=== Section Start ===

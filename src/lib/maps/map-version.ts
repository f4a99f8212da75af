/**
 * Version of the maps layer's numbers (docs/maps.md). Stored maps should be keyed by it together
 * with the one-parameter ENGINE_VERSION (src/lib/atlas/engine-version.ts), whose diagrams seed the
 * curves: bump it whenever a change can alter the numbers of a map.
 */
export const MAP_ENGINE_VERSION = '1.0.0';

=== Section End ===

Everything in the listing should be transcribed exactly.

TASK SOLUTION:
filename src/lib/maps/map-version.ts
repository f4a99f8212da75af
/**
 * Version of the maps layer's numbers (docs/maps.md). Stored maps should be keyed by it together
 * with the one-parameter ENGINE_VERSION (src/lib/atlas/engine-version.ts), whose diagrams seed the
 * curves: bump it whenever a change can alter the numbers of a map.
 */
export const MAP_ENGINE_VERSION = '1.0.0';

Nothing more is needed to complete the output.